_TASK STATEMENT:_ Every record, from the first to the last, is to be printed again exactly.

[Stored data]
Content starts

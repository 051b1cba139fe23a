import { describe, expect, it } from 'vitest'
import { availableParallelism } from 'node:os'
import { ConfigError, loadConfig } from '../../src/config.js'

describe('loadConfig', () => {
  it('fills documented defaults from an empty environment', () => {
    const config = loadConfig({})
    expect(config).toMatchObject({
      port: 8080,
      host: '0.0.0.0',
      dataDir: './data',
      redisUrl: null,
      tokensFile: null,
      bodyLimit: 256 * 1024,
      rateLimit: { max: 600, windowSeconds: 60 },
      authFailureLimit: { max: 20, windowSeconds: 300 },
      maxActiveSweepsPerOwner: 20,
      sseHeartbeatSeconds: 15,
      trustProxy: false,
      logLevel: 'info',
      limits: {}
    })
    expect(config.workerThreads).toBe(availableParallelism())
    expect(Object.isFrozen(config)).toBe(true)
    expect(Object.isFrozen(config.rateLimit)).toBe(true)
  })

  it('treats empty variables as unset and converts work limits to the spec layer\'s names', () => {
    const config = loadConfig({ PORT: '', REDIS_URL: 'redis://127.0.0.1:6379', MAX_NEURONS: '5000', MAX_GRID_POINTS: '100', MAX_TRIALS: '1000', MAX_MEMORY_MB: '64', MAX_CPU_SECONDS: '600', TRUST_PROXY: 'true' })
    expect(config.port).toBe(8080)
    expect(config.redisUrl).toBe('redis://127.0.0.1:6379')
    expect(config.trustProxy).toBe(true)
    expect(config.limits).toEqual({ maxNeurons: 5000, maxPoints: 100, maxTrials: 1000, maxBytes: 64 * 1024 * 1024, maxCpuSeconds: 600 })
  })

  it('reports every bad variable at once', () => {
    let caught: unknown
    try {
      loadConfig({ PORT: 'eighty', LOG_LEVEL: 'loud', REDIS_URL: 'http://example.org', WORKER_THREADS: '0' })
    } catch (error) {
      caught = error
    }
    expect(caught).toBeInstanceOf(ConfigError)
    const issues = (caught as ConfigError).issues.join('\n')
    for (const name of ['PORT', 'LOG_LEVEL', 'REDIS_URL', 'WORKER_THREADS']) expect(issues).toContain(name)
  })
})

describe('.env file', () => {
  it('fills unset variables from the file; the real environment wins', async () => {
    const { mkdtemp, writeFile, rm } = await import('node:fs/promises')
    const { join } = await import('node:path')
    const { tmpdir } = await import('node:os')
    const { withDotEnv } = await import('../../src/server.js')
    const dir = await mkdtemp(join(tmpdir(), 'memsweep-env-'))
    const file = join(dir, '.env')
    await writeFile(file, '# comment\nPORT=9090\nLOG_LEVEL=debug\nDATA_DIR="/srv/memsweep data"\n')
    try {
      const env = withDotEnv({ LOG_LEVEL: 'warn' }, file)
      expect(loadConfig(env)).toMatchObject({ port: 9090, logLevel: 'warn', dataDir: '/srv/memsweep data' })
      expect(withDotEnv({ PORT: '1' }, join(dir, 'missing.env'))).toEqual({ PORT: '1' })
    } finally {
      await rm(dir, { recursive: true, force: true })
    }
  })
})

Content ends

_ANSWER FOR THIS EXERCISE:_
repository 051b1cba139fe23a
import { describe, expect, it } from 'vitest'
import { availableParallelism } from 'node:os'
import { ConfigError, loadConfig } from '../../src/config.js'

describe('loadConfig', () => {
  it('fills documented defaults from an empty environment', () => {
    const config = loadConfig({})
    expect(config).toMatchObject({
      port: 8080,
      host: '0.0.0.0',
      dataDir: './data',
      redisUrl: null,
      tokensFile: null,
      bodyLimit: 256 * 1024,
      rateLimit: { max: 600, windowSeconds: 60 },
      authFailureLimit: { max: 20, windowSeconds: 300 },
      maxActiveSweepsPerOwner: 20,
      sseHeartbeatSeconds: 15,
      trustProxy: false,
      logLevel: 'info',
      limits: {}
    })
    expect(config.workerThreads).toBe(availableParallelism())
    expect(Object.isFrozen(config)).toBe(true)
    expect(Object.isFrozen(config.rateLimit)).toBe(true)
  })

  it('treats empty variables as unset and converts work limits to the spec layer\'s names', () => {
    const config = loadConfig({ PORT: '', REDIS_URL: 'redis://127.0.0.1:6379', MAX_NEURONS: '5000', MAX_GRID_POINTS: '100', MAX_TRIALS: '1000', MAX_MEMORY_MB: '64', MAX_CPU_SECONDS: '600', TRUST_PROXY: 'true' })
    expect(config.port).toBe(8080)
    expect(config.redisUrl).toBe('redis://127.0.0.1:6379')
    expect(config.trustProxy).toBe(true)
    expect(config.limits).toEqual({ maxNeurons: 5000, maxPoints: 100, maxTrials: 1000, maxBytes: 64 * 1024 * 1024, maxCpuSeconds: 600 })
  })

  it('reports every bad variable at once', () => {
    let caught: unknown
    try {
      loadConfig({ PORT: 'eighty', LOG_LEVEL: 'loud', REDIS_URL: 'http://example.org', WORKER_THREADS: '0' })
    } catch (error) {
      caught = error
    }
    expect(caught).toBeInstanceOf(ConfigError)
    const issues = (caught as ConfigError).issues.join('\n')
    for (const name of ['PORT', 'LOG_LEVEL', 'REDIS_URL', 'WORKER_THREADS']) expect(issues).toContain(name)
  })
})

describe('.env file', () => {
  it('fills unset variables from the file; the real environment wins', async () => {
    const { mkdtemp, writeFile, rm } = await import('node:fs/promises')
    const { join } = await import('node:path')
    const { tmpdir } = await import('node:os')
    const { withDotEnv } = await import('../../src/server.js')
    const dir = await mkdtemp(join(tmpdir(), 'memsweep-env-'))
    const file = join(dir, '.env')
    await writeFile(file, '# comment\nPORT=9090\nLOG_LEVEL=debug\nDATA_DIR="/srv/memsweep data"\n')
    try {
      const env = withDotEnv({ LOG_LEVEL: 'warn' }, file)
      expect(loadConfig(env)).toMatchObject({ port: 9090, logLevel: 'warn', dataDir: '/srv/memsweep data' })
      expect(withDotEnv({ PORT: '1' }, join(dir, 'missing.env'))).toEqual({ PORT: '1' })
    } finally {
      await rm(dir, { recursive: true, force: true })
    }
  })
})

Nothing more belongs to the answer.